In Norddeutschland, den Niederlanden und Skandinavien sind Klinkerfassaden seit eh und je ein fester Bestandteil des prägenden Landschaftsbildes. Doch wer den historischen Einfluss von Klinker darauf reduziert, greift dem Baustoff zu kurz. Denn was viel nicht wissen: Klinker hat auch einen maßgeblichen Einfluss auf die Architektur im Orient. Von den alten Mesopotamiern bis in die Gegenwart hat Klinker im Orient stets eine zentrale Rolle gespielt.

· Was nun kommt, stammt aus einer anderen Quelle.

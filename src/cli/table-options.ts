/** What the options of a call say about its tables. */
import { plainLabel } from '../dossier/escape.js';
import { UsageError } from '../errors.js';
import { readTimeLabel, type TimeLabel } from '../observations/index.js';
import {
  COLUMN_MEANINGS,
  FLUX_UNITS,
  TABLE_CONTENTS,
  TIME_SCALES,
  type ColumnMeaning,
  type LightCurveChoice,
  type TableContent,
  type TableRequest,
} from '../observations/types.js';
import type { CommandArguments } from './command-arguments.js';

/** `time=BJD,velocity=2` as column choices. */
export function parseColumns(text: string): TableRequest['columns'] {
  const allowed: readonly ColumnMeaning[] = COLUMN_MEANINGS;
  const columns: Record<string, string> = {};
  for (const pair of text.split(',')) {
    const [name = '', ...rest] = pair.split('=');
    const meaning = allowed.find((candidate) => candidate === name.trim().toLowerCase());
    const column = rest.join('=').trim();
    if (meaning === undefined || column === '' || meaning in columns)
      throw new UsageError(
        `--columns has "${plainLabel(pair, 60)}"${meaning !== undefined && meaning in columns ? ' a second time' : ''}`,
        {
          allowed: `MEANING=COLUMN pairs separated by commas; meanings: ${allowed.join(', ')}`,
          hint: '--columns "time=BJD,velocity=2,velocity-error=3"',
        },
      );
    columns[meaning] = column;
  }
  return columns;
}

/** `BJD_TDB`, or with the days that the table leaves out: `BJD_TDB - 2457000`. */
function timeChoice(given: CommandArguments): TimeLabel | null {
  const text = given.text('time-scale');
  if (text === null) return null;
  const label = readTimeLabel(text);
  if (label === null || label.scale === 'unknown')
    throw new UsageError(`--time-scale is "${plainLabel(text, 60)}"`, {
      allowed: TIME_SCALES.filter((scale) => scale !== 'unknown').join(', '),
      hint: 'days that the table leaves out may follow: --time-scale "BJD_TDB - 2457000"',
    });
  return label;
}

/** `light curve`, also written `light-curve`. */
function contentChoice(given: CommandArguments): TableContent | null {
  const text = given.text('holds');
  if (text === null) return null;
  const found = TABLE_CONTENTS.find(
    (content) => content.replace('-', ' ') === text.trim().toLowerCase().replace('-', ' '),
  );
  if (found !== undefined) return found;
  throw new UsageError(`--holds is "${plainLabel(text, 60)}"`, {
    allowed: TABLE_CONTENTS.join(', '),
    hint: 'tugline check TABLE --holds "light curve"',
  });
}

/** Longer exposures are none; a number without a unit was meant in seconds, perhaps. */
const LONGEST_EXPOSURE_DAYS = 0.5;

function exposureChoice(given: CommandArguments): number | null {
  const exposure = given.quantity('exposure', 'duration');
  if (exposure === null) return null;
  if (exposure.value > LONGEST_EXPOSURE_DAYS)
    throw new UsageError(`--exposure is ${exposure.value} d`, {
      allowed: `up to ${LONGEST_EXPOSURE_DAYS} d`,
      hint: 'write the unit: --exposure "60 s"',
    });
  return exposure.value;
}

/** What the options say about every table of the call. */
export function requestChoices(
  given: CommandArguments,
): Partial<TableRequest> & { readonly lightCurve: LightCurveChoice } {
  const columns = given.text('columns');
  const instrument = given.text('instrument');
  const time = timeChoice(given);
  const unit = given.choice('unit', ['m/s', 'km/s', ...FLUX_UNITS]);
  const velocityUnit = unit === 'm/s' || unit === 'km/s' ? unit : null;
  const fluxUnit = FLUX_UNITS.find((known) => known === unit) ?? null;
  const holds = contentChoice(given);
  const exposureDays = exposureChoice(given);
  const band = given.text('band');
  return {
    ...(holds === null ? {} : { holds }),
    lightCurve: {
      ...(fluxUnit === null ? {} : { fluxUnit }),
      ...(exposureDays === null ? {} : { exposureDays }),
      ...(band === null ? {} : { band }),
    },
    ...(columns === null ? {} : { columns: parseColumns(columns) }),
    ...(instrument === null ? {} : { instrument }),
    ...(time === null ? {} : { timeScale: time.scale }),
    ...(time === null || time.offsetDays === null ? {} : { timeOffsetDays: time.offsetDays }),
    ...(velocityUnit === null ? {} : { velocityUnit }),
  };
}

Bereits um 3000 v. Chr. nutzten die Sumerer und Babylonier gebrannte Tonziegel für den Bau von prächtigen Tempeln, repräsentativen Palästen und schmucken Stadtmauern, denn schon diese frühen Klinker waren aufgrund der hohen Brenntemperaturen besonders hart und widerstandsfähig, was sie ideal für die Anforderungen der wachsenden Städte im Orient machte.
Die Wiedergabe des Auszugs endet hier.